▶ [Source data]
§
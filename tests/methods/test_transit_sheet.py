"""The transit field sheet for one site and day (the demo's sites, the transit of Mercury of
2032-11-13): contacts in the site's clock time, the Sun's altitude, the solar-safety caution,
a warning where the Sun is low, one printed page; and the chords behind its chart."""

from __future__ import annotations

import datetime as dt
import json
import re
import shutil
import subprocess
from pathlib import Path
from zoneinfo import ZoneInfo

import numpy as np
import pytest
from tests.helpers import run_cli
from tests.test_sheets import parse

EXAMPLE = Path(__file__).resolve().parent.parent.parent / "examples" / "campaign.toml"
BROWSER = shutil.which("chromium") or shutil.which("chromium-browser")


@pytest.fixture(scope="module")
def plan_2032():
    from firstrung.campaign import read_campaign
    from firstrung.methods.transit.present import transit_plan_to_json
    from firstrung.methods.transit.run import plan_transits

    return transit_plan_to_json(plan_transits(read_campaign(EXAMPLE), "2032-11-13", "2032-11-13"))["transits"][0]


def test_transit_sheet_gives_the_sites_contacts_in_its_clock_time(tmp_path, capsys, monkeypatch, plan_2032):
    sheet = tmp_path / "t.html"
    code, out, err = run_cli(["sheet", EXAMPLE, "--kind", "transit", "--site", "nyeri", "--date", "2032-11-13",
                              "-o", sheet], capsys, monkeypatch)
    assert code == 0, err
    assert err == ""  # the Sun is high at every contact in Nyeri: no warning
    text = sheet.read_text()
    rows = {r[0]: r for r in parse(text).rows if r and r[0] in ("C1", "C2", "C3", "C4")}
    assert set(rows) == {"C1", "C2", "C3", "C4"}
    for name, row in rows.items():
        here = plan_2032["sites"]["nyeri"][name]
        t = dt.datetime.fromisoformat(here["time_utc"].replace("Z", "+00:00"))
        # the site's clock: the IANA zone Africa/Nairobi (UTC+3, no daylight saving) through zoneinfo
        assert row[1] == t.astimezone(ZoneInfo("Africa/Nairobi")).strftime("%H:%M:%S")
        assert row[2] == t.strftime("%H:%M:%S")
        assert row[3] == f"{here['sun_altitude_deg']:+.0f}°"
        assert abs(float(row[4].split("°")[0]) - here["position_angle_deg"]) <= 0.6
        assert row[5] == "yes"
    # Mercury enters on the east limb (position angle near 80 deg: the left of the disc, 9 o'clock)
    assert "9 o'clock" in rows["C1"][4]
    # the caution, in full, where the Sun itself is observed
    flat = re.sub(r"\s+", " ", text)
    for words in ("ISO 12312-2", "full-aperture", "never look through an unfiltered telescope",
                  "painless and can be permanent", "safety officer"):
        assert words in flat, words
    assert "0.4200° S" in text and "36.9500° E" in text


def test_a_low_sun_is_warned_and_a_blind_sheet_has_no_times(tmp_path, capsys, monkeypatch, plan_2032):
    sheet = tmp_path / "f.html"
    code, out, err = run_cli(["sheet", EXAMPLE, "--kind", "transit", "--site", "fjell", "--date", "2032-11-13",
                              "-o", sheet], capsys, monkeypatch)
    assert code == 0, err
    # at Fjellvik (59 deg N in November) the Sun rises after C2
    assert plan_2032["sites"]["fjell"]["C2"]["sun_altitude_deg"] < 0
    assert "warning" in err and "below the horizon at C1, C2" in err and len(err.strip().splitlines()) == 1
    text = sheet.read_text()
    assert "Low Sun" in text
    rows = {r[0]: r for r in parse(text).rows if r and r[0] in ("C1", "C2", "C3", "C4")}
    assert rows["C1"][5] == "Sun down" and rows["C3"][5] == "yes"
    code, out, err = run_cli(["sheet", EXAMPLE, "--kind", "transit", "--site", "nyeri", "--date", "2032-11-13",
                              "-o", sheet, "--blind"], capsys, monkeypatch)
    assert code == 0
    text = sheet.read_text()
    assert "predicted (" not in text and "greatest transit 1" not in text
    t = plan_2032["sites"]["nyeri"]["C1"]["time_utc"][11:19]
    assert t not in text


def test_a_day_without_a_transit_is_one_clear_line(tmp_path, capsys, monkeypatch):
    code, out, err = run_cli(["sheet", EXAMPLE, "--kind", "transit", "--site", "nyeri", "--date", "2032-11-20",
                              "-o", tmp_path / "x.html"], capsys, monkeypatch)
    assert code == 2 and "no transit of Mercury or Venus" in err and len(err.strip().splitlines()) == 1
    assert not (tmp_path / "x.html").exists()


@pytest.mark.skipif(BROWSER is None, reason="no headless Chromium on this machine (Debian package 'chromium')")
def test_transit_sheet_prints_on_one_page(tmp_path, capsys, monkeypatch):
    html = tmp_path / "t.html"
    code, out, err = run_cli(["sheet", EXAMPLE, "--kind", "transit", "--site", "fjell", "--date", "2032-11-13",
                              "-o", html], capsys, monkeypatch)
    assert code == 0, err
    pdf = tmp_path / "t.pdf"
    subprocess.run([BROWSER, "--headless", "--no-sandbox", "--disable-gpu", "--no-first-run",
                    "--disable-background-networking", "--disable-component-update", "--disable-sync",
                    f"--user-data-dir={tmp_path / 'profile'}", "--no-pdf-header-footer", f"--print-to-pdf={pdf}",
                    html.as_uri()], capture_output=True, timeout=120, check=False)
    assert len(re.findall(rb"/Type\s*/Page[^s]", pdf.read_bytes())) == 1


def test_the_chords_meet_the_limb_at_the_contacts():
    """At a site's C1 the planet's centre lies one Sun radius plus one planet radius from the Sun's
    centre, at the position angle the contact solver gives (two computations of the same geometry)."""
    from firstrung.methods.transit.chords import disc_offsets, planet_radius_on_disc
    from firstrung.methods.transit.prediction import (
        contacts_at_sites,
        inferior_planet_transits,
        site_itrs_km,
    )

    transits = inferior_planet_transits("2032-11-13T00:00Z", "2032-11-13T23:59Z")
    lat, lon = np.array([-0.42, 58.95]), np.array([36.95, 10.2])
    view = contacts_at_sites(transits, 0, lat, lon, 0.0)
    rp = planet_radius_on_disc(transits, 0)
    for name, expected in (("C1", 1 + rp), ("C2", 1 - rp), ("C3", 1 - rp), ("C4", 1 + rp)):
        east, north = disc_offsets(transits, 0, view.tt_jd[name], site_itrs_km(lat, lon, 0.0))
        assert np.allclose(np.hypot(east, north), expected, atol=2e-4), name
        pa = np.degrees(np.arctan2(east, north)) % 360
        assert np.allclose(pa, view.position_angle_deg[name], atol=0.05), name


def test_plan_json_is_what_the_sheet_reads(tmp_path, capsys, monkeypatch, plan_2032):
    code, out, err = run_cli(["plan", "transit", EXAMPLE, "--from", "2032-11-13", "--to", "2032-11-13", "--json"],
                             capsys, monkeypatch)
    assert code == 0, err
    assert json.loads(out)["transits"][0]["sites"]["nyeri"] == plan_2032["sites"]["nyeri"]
§
▶ [Task details] Would you restate the whole listing word for word?

▶ [Problem solution]
filename tests/methods/test_transit_sheet.py
"""The transit field sheet for one site and day (the demo's sites, the transit of Mercury of
2032-11-13): contacts in the site's clock time, the Sun's altitude, the solar-safety caution,
a warning where the Sun is low, one printed page; and the chords behind its chart."""

from __future__ import annotations

import datetime as dt
import json
import re
import shutil
import subprocess
from pathlib import Path
from zoneinfo import ZoneInfo

import numpy as np
import pytest
from tests.helpers import run_cli
from tests.test_sheets import parse

EXAMPLE = Path(__file__).resolve().parent.parent.parent / "examples" / "campaign.toml"
BROWSER = shutil.which("chromium") or shutil.which("chromium-browser")


@pytest.fixture(scope="module")
def plan_2032():
    from firstrung.campaign import read_campaign
    from firstrung.methods.transit.present import transit_plan_to_json
    from firstrung.methods.transit.run import plan_transits

    return transit_plan_to_json(plan_transits(read_campaign(EXAMPLE), "2032-11-13", "2032-11-13"))["transits"][0]


def test_transit_sheet_gives_the_sites_contacts_in_its_clock_time(tmp_path, capsys, monkeypatch, plan_2032):
    sheet = tmp_path / "t.html"
    code, out, err = run_cli(["sheet", EXAMPLE, "--kind", "transit", "--site", "nyeri", "--date", "2032-11-13",
                              "-o", sheet], capsys, monkeypatch)
    assert code == 0, err
    assert err == ""  # the Sun is high at every contact in Nyeri: no warning
    text = sheet.read_text()
    rows = {r[0]: r for r in parse(text).rows if r and r[0] in ("C1", "C2", "C3", "C4")}
    assert set(rows) == {"C1", "C2", "C3", "C4"}
    for name, row in rows.items():
        here = plan_2032["sites"]["nyeri"][name]
        t = dt.datetime.fromisoformat(here["time_utc"].replace("Z", "+00:00"))
        # the site's clock: the IANA zone Africa/Nairobi (UTC+3, no daylight saving) through zoneinfo
        assert row[1] == t.astimezone(ZoneInfo("Africa/Nairobi")).strftime("%H:%M:%S")
        assert row[2] == t.strftime("%H:%M:%S")
        assert row[3] == f"{here['sun_altitude_deg']:+.0f}°"
        assert abs(float(row[4].split("°")[0]) - here["position_angle_deg"]) <= 0.6
        assert row[5] == "yes"
    # Mercury enters on the east limb (position angle near 80 deg: the left of the disc, 9 o'clock)
    assert "9 o'clock" in rows["C1"][4]
    # the caution, in full, where the Sun itself is observed
    flat = re.sub(r"\s+", " ", text)
    for words in ("ISO 12312-2", "full-aperture", "never look through an unfiltered telescope",
                  "painless and can be permanent", "safety officer"):
        assert words in flat, words
    assert "0.4200° S" in text and "36.9500° E" in text


def test_a_low_sun_is_warned_and_a_blind_sheet_has_no_times(tmp_path, capsys, monkeypatch, plan_2032):
    sheet = tmp_path / "f.html"
    code, out, err = run_cli(["sheet", EXAMPLE, "--kind", "transit", "--site", "fjell", "--date", "2032-11-13",
                              "-o", sheet], capsys, monkeypatch)
    assert code == 0, err
    # at Fjellvik (59 deg N in November) the Sun rises after C2
    assert plan_2032["sites"]["fjell"]["C2"]["sun_altitude_deg"] < 0
    assert "warning" in err and "below the horizon at C1, C2" in err and len(err.strip().splitlines()) == 1
    text = sheet.read_text()
    assert "Low Sun" in text
    rows = {r[0]: r for r in parse(text).rows if r and r[0] in ("C1", "C2", "C3", "C4")}
    assert rows["C1"][5] == "Sun down" and rows["C3"][5] == "yes"
    code, out, err = run_cli(["sheet", EXAMPLE, "--kind", "transit", "--site", "nyeri", "--date", "2032-11-13",
                              "-o", sheet, "--blind"], capsys, monkeypatch)
    assert code == 0
    text = sheet.read_text()
    assert "predicted (" not in text and "greatest transit 1" not in text
    t = plan_2032["sites"]["nyeri"]["C1"]["time_utc"][11:19]
    assert t not in text


def test_a_day_without_a_transit_is_one_clear_line(tmp_path, capsys, monkeypatch):
    code, out, err = run_cli(["sheet", EXAMPLE, "--kind", "transit", "--site", "nyeri", "--date", "2032-11-20",
                              "-o", tmp_path / "x.html"], capsys, monkeypatch)
    assert code == 2 and "no transit of Mercury or Venus" in err and len(err.strip().splitlines()) == 1
    assert not (tmp_path / "x.html").exists()


@pytest.mark.skipif(BROWSER is None, reason="no headless Chromium on this machine (Debian package 'chromium')")
def test_transit_sheet_prints_on_one_page(tmp_path, capsys, monkeypatch):
    html = tmp_path / "t.html"
    code, out, err = run_cli(["sheet", EXAMPLE, "--kind", "transit", "--site", "fjell", "--date", "2032-11-13",
                              "-o", html], capsys, monkeypatch)
    assert code == 0, err
    pdf = tmp_path / "t.pdf"
    subprocess.run([BROWSER, "--headless", "--no-sandbox", "--disable-gpu", "--no-first-run",
                    "--disable-background-networking", "--disable-component-update", "--disable-sync",
                    f"--user-data-dir={tmp_path / 'profile'}", "--no-pdf-header-footer", f"--print-to-pdf={pdf}",
                    html.as_uri()], capture_output=True, timeout=120, check=False)
    assert len(re.findall(rb"/Type\s*/Page[^s]", pdf.read_bytes())) == 1


def test_the_chords_meet_the_limb_at_the_contacts():
    """At a site's C1 the planet's centre lies one Sun radius plus one planet radius from the Sun's
    centre, at the position angle the contact solver gives (two computations of the same geometry)."""
    from firstrung.methods.transit.chords import disc_offsets, planet_radius_on_disc
    from firstrung.methods.transit.prediction import (
        contacts_at_sites,
        inferior_planet_transits,
        site_itrs_km,
    )

    transits = inferior_planet_transits("2032-11-13T00:00Z", "2032-11-13T23:59Z")
    lat, lon = np.array([-0.42, 58.95]), np.array([36.95, 10.2])
    view = contacts_at_sites(transits, 0, lat, lon, 0.0)
    rp = planet_radius_on_disc(transits, 0)
    for name, expected in (("C1", 1 + rp), ("C2", 1 - rp), ("C3", 1 - rp), ("C4", 1 + rp)):
        east, north = disc_offsets(transits, 0, view.tt_jd[name], site_itrs_km(lat, lon, 0.0))
        assert np.allclose(np.hypot(east, north), expected, atol=2e-4), name
        pa = np.degrees(np.arctan2(east, north)) % 360
        assert np.allclose(pa, view.position_angle_deg[name], atol=0.05), name


def test_plan_json_is_what_the_sheet_reads(tmp_path, capsys, monkeypatch, plan_2032):
    code, out, err = run_cli(["plan", "transit", EXAMPLE, "--from", "2032-11-13", "--to", "2032-11-13", "--json"],
                             capsys, monkeypatch)
    assert code == 0, err
    assert json.loads(out)["transits"][0]["sites"]["nyeri"] == plan_2032["sites"]["nyeri"]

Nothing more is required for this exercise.